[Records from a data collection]

//! Configuration: the TOML file as serde reads it (`RawConfig`, unknown keys
//! rejected), and `validate`, which checks every rule at once and turns the
//! file into the typed `Config` the pipeline runs on. Each problem found is a
//! `ConfigIssue` that names the field path and says why.

use std::collections::{HashMap, HashSet};
use std::fmt;
use std::net::SocketAddr;
use std::path::{Path, PathBuf};

use serde::Deserialize;

use crate::dsp::window::WindowKind;
use crate::frame::SampleFormat;
use crate::units::{convertible, Unit};

/// Sample rate of the built-in pump scenario (DESIGN.md, demo scenario).
pub const SIM_SAMPLE_RATE_HZ: f64 = 25_600.0;

// ---------------------------------------------------------------------------
// The file as written
// ---------------------------------------------------------------------------

#[derive(Debug, Clone, Deserialize)]
#[serde(deny_unknown_fields)]
pub struct RawConfig {
    pub server: RawServer,
    #[serde(default)]
    pub dsp: RawDsp,
    #[serde(rename = "source", default)]
    pub sources: Vec<RawSource>,
    #[serde(rename = "channel", default)]
    pub channels: Vec<RawChannel>,
}

#[derive(Debug, Clone, Deserialize)]
#[serde(deny_unknown_fields)]
pub struct RawServer {
    /// Address the HTTP server binds, e.g. "127.0.0.1:9750".
    pub listen: String,
}

#[derive(Debug, Clone, Deserialize)]
#[serde(deny_unknown_fields)]
pub struct RawDsp {
    /// Number of DSP worker threads; default: the number of CPU cores.
    pub workers: Option<usize>,
    /// Capacity of each channel's ring, in seconds of samples. A source that
    /// outruns the DSP by more than this loses samples (counted).
    #[serde(default = "default_ring_seconds")]
    pub ring_seconds: f64,
}

impl Default for RawDsp {
    fn default() -> Self {
        RawDsp {
            workers: None,
            ring_seconds: default_ring_seconds(),
        }
    }
}

fn default_ring_seconds() -> f64 {
    2.0
}

/// A source of samples; `kind` picks the variant.
#[derive(Debug, Clone, Deserialize)]
#[serde(tag = "kind", rename_all = "kebab-case", deny_unknown_fields)]
pub enum RawSource {
    /// The built-in simulated pump train of the demo.
    Sim {
        name: String,
        /// Scenario to play; only "p2-pump" exists.
        #[serde(default = "default_scenario")]
        scenario: String,
        /// Seed of the noise generator; the same seed gives the same samples.
        #[serde(default = "default_seed")]
        seed: u64,
        /// Play faster (> 1) or slower (< 1) than real time.
        #[serde(default = "default_speed")]
        speed: f64,
    },
    /// bandwatch dials the DAQ box and reconnects when the link drops.
    TcpConnect {
        name: String,
        /// "host:port" of the DAQ box.
        address: String,
        /// "bwf1" (default), "lines" or "raw".
        #[serde(default = "default_framing")]
        framing: String,
        /// Channels in one instant (checked against BWF1 headers).
        channels: usize,
        /// Samples per second per channel (checked against BWF1 headers).
        sample_rate_hz: f64,
        /// Sample format of `raw` framing: "i16", "i24", "i32", "f32", "f64".
        sample_format: Option<String>,
        /// Largest BWF1 frame accepted, bytes.
        #[serde(default = "default_max_frame")]
        max_frame_bytes: usize,
        /// First wait before reconnecting, doubled after each failure.
        #[serde(default = "default_backoff_min")]
        reconnect_min_ms: u64,
        /// Longest wait between reconnects.
        #[serde(default = "default_backoff_max")]
        reconnect_max_ms: u64,
    },
    /// The DAQ box dials bandwatch.
    TcpListen {
        name: String,
        /// Address to listen on, e.g. "0.0.0.0:7700".
        listen: String,
        /// "bwf1" (default), "lines" or "raw".
        #[serde(default = "default_framing")]
        framing: String,
        /// Channels in one instant (checked against BWF1 headers).
        channels: usize,
        /// Samples per second per channel (checked against BWF1 headers).
        sample_rate_hz: f64,
        /// Sample format of `raw` framing: "i16", "i24", "i32", "f32", "f64".
        sample_format: Option<String>,
        /// Largest BWF1 frame accepted, bytes.
        #[serde(default = "default_max_frame")]
        max_frame_bytes: usize,
        /// What a second connection does while one is active.
        #[serde(default)]
        on_second_connection: SecondConnection,
    },
    /// One BWF1 frame per datagram.
    Udp {
        name: String,
        listen: String,
        channels: usize,
        sample_rate_hz: f64,
        /// Largest datagram accepted; bigger ones are counted as truncated.
        #[serde(default = "default_max_datagram")]
        max_datagram_bytes: usize,
    },
    /// A serial line (RS-232/485, USB adapter).
    Serial {
        name: String,
        /// e.g. "/dev/ttyUSB0".
        device: String,
        baud: u32,
        #[serde(default = "default_data_bits")]
        data_bits: u8,
        #[serde(default)]
        parity: Parity,
        #[serde(default = "default_stop_bits")]
        stop_bits: u8,
        #[serde(default)]
        flow_control: FlowControl,
        /// "bwf1" (default), "lines" or "raw".
        #[serde(default = "default_framing")]
        framing: String,
        /// Channels in one instant (checked against BWF1 headers).
        channels: usize,
        /// Samples per second per channel (checked against BWF1 headers).
        sample_rate_hz: f64,
        /// Sample format of `raw` framing: "i16", "i24", "i32", "f32", "f64".
        sample_format: Option<String>,
        /// Largest BWF1 frame accepted, bytes.
        #[serde(default = "default_max_frame")]
        max_frame_bytes: usize,
        /// Wait between attempts to reopen a vanished port.
        #[serde(default = "default_backoff_min")]
        reopen_ms: u64,
    },
}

■ **AIM OF THE TASK**
Line by line, repeat the data exactly.

■ **TASK OUTPUT**
//! Configuration: the TOML file as serde reads it (`RawConfig`, unknown keys
//! rejected), and `validate`, which checks every rule at once and turns the
//! file into the typed `Config` the pipeline runs on. Each problem found is a
//! `ConfigIssue` that names the field path and says why.

use std::collections::{HashMap, HashSet};
use std::fmt;
use std::net::SocketAddr;
use std::path::{Path, PathBuf};

use serde::Deserialize;

use crate::dsp::window::WindowKind;
use crate::frame::SampleFormat;
use crate::units::{convertible, Unit};

/// Sample rate of the built-in pump scenario (DESIGN.md, demo scenario).
pub const SIM_SAMPLE_RATE_HZ: f64 = 25_600.0;

// ---------------------------------------------------------------------------
// The file as written
// ---------------------------------------------------------------------------

#[derive(Debug, Clone, Deserialize)]
#[serde(deny_unknown_fields)]
pub struct RawConfig {
    pub server: RawServer,
    #[serde(default)]
    pub dsp: RawDsp,
    #[serde(rename = "source", default)]
    pub sources: Vec<RawSource>,
    #[serde(rename = "channel", default)]
    pub channels: Vec<RawChannel>,
}

#[derive(Debug, Clone, Deserialize)]
#[serde(deny_unknown_fields)]
pub struct RawServer {
    /// Address the HTTP server binds, e.g. "127.0.0.1:9750".
    pub listen: String,
}

#[derive(Debug, Clone, Deserialize)]
#[serde(deny_unknown_fields)]
pub struct RawDsp {
    /// Number of DSP worker threads; default: the number of CPU cores.
    pub workers: Option<usize>,
    /// Capacity of each channel's ring, in seconds of samples. A source that
    /// outruns the DSP by more than this loses samples (counted).
    #[serde(default = "default_ring_seconds")]
    pub ring_seconds: f64,
}

impl Default for RawDsp {
    fn default() -> Self {
        RawDsp {
            workers: None,
            ring_seconds: default_ring_seconds(),
        }
    }
}

fn default_ring_seconds() -> f64 {
    2.0
}

/// A source of samples; `kind` picks the variant.
#[derive(Debug, Clone, Deserialize)]
#[serde(tag = "kind", rename_all = "kebab-case", deny_unknown_fields)]
pub enum RawSource {
    /// The built-in simulated pump train of the demo.
    Sim {
        name: String,
        /// Scenario to play; only "p2-pump" exists.
        #[serde(default = "default_scenario")]
        scenario: String,
        /// Seed of the noise generator; the same seed gives the same samples.
        #[serde(default = "default_seed")]
        seed: u64,
        /// Play faster (> 1) or slower (< 1) than real time.
        #[serde(default = "default_speed")]
        speed: f64,
    },
    /// bandwatch dials the DAQ box and reconnects when the link drops.
    TcpConnect {
        name: String,
        /// "host:port" of the DAQ box.
        address: String,
        /// "bwf1" (default), "lines" or "raw".
        #[serde(default = "default_framing")]
        framing: String,
        /// Channels in one instant (checked against BWF1 headers).
        channels: usize,
        /// Samples per second per channel (checked against BWF1 headers).
        sample_rate_hz: f64,
        /// Sample format of `raw` framing: "i16", "i24", "i32", "f32", "f64".
        sample_format: Option<String>,
        /// Largest BWF1 frame accepted, bytes.
        #[serde(default = "default_max_frame")]
        max_frame_bytes: usize,
        /// First wait before reconnecting, doubled after each failure.
        #[serde(default = "default_backoff_min")]
        reconnect_min_ms: u64,
        /// Longest wait between reconnects.
        #[serde(default = "default_backoff_max")]
        reconnect_max_ms: u64,
    },
    /// The DAQ box dials bandwatch.
    TcpListen {
        name: String,
        /// Address to listen on, e.g. "0.0.0.0:7700".
        listen: String,
        /// "bwf1" (default), "lines" or "raw".
        #[serde(default = "default_framing")]
        framing: String,
        /// Channels in one instant (checked against BWF1 headers).
        channels: usize,
        /// Samples per second per channel (checked against BWF1 headers).
        sample_rate_hz: f64,
        /// Sample format of `raw` framing: "i16", "i24", "i32", "f32", "f64".
        sample_format: Option<String>,
        /// Largest BWF1 frame accepted, bytes.
        #[serde(default = "default_max_frame")]
        max_frame_bytes: usize,
        /// What a second connection does while one is active.
        #[serde(default)]
        on_second_connection: SecondConnection,
    },
    /// One BWF1 frame per datagram.
    Udp {
        name: String,
        listen: String,
        channels: usize,
        sample_rate_hz: f64,
        /// Largest datagram accepted; bigger ones are counted as truncated.
        #[serde(default = "default_max_datagram")]
        max_datagram_bytes: usize,
    },
    /// A serial line (RS-232/485, USB adapter).
    Serial {
        name: String,
        /// e.g. "/dev/ttyUSB0".
        device: String,
        baud: u32,
        #[serde(default = "default_data_bits")]
        data_bits: u8,
        #[serde(default)]
        parity: Parity,
        #[serde(default = "default_stop_bits")]
        stop_bits: u8,
        #[serde(default)]
        flow_control: FlowControl,
        /// "bwf1" (default), "lines" or "raw".
        #[serde(default = "default_framing")]
        framing: String,
        /// Channels in one instant (checked against BWF1 headers).
        channels: usize,
        /// Samples per second per channel (checked against BWF1 headers).
        sample_rate_hz: f64,
        /// Sample format of `raw` framing: "i16", "i24", "i32", "f32", "f64".
        sample_format: Option<String>,
        /// Largest BWF1 frame accepted, bytes.
        #[serde(default = "default_max_frame")]
        max_frame_bytes: usize,
        /// Wait between attempts to reopen a vanished port.
        #[serde(default = "default_backoff_min")]
        reopen_ms: u64,
    },
}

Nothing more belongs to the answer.